NAPA VALLEY, Calif.--Up here in wine country, as the days get shorter, it can only mean one thing: harvest. Sure enough, all across this beautiful, rich, and lush vineyard-covered region, wineries big and small are bringing in the grapes, and getting ready to bottle their 2010 vintages.
That's why CNET reporter Daniel Terdiman headed up to this sun-soaked area about an hour north of San Francisco--to see how harvest works at both a high-end major label (Robert Mondavi Winery), and a well-regarded boutique winery (Alpha Omega). And while their practices are quite similar, there are also some significant differences.

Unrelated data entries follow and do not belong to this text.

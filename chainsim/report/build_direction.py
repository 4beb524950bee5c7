"""Direction of running on the build sheet, and what a reversed or missing supply does."""

from __future__ import annotations

from collections.abc import Iterator

from chainsim.analysis.stops import run_back
from chainsim.report.build_case import Case
from chainsim.report.build_line import SIMULATED, STATED, UNKNOWN, Line, Part, ran_or_reckoned
from chainsim.scenario.schema_drive import Drive


def direction_part(case: Case) -> Part:
    """Write the direction of running and what a reversed or missing supply does.

    Parameters
    ----------
    case : Case
        The lift.
    """
    rising = [strand.name for strand in case.lift.strands if strand.carrying]
    lines = [
        Line(
            f"{case.lift.wheels[case.driven].name}, driven, turns",
            turning(case),
            note="mark it with an arrow on the lift; check it with the chain off",
        ),
        Line("strand that rises with the balls", ", ".join(rising) or "none"),
        Line("the chain meets the sprockets in this order", " → ".join(case.lift.wheel_names)),
        *_supply_lines(case),
    ]
    text = "An arrow on the lift and one on the motor save the first start from being the test."
    return Part("direction", "Direction of running, and a reversed supply", text, tuple(lines))


def turning(case: Case) -> str:
    """Say which way the driven sprocket turns, from which side.

    Parameters
    ----------
    case : Case
        The lift.
    """
    is_inside = case.scenario.sprocket[case.driven].side == "inside"
    word = "counterclockwise" if is_inside != case.is_from_back else "clockwise"
    return f"{word}, seen from {'behind' if case.is_from_back else 'the front'}"


def reversed_text(drive: Drive) -> str:
    """Say what a drive does when its supply is reversed.

    Parameters
    ----------
    drive : Drive
        The drive's table of the scenario.

    Returns
    -------
    str
        One sentence, from how it is built, not from a run.
    """
    if drive.polarity == "rectified":
        return "a rectifier keeps it turning forward"
    if drive.backstop:
        return "the backstop holds the sprocket: it stands, and the motor is stalled"
    if drive.overrunning:
        return "the clutch lets go: the motor turns, the sprocket is not driven"
    return "it RUNS BACKWARD, and carries balls down: make the plug so that it cannot be turned"


def _supply_lines(case: Case) -> Iterator[Line]:
    drive = case.scenario.drive
    has_reversed = "supply reversed" in case.situations_run
    yield Line(
        "with the supply reversed",
        reversed_text(drive),
        source=SIMULATED if has_reversed else UNKNOWN,
        note="" if has_reversed else "from how it is built; try it without balls first",
    )
    yield run_back_line(case)


def run_back_line(case: Case) -> Line:
    """Return the line about running back after a cut of the supply.

    Parameters
    ----------
    case : Case
        The lift.
    """
    has_cut = "supply cut" in case.situations_run
    back = case.simulated(run_back) if has_cut else None
    note = _cut_text(case.scenario.drive)
    line = Line("runs back after a cut of the supply, loaded", None, "m", STATED, note)
    return ran_or_reckoned(line, back.distance if back else None)


def _cut_text(drive: Drive) -> str:
    if drive.backstop:
        return "a backstop holds it"
    if drive.motor is not None and not drive.motor.back_drivable:
        return "the gearing holds it"
    if drive.motor is None:
        return "a set speed says nothing of it: take a gear that locks, or fit a backstop"
    return "the load can turn this motor back: fit a backstop"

This is the first-year barrels room at the Robert Mondavi Winery's To Kalon Cellar, where thousands of cases' worth of $150-a-bottle Cabernet Sauvignon Reserve come after sitting for about 45 days in fermentation tanks. The wine will stay in these barrels for a year, after which the winemakers will taste each barrel and then make blending decisions that will determine which wine goes into the second-year barrels.
Each barrel in the first-year room is made from brand-new French oak and costs $1,600.
Harvest workers--hired by a vineyard management company--work quickly and efficiently, cutting the bunches of grapes with a single motion, and dumping them in yellow bins that are designed to keep the grapes from being crushed.
Crews worked most of the night during the two-day harvest of the Horton vineyard, sometimes working under floodlights, and other times under the lights of tractor headlights. Only the crew that began work at about 7 in the morning worked with natural light. The goal was to get all the grapes in before the day got hot, to ensure that the grapes themselves are brought in cool.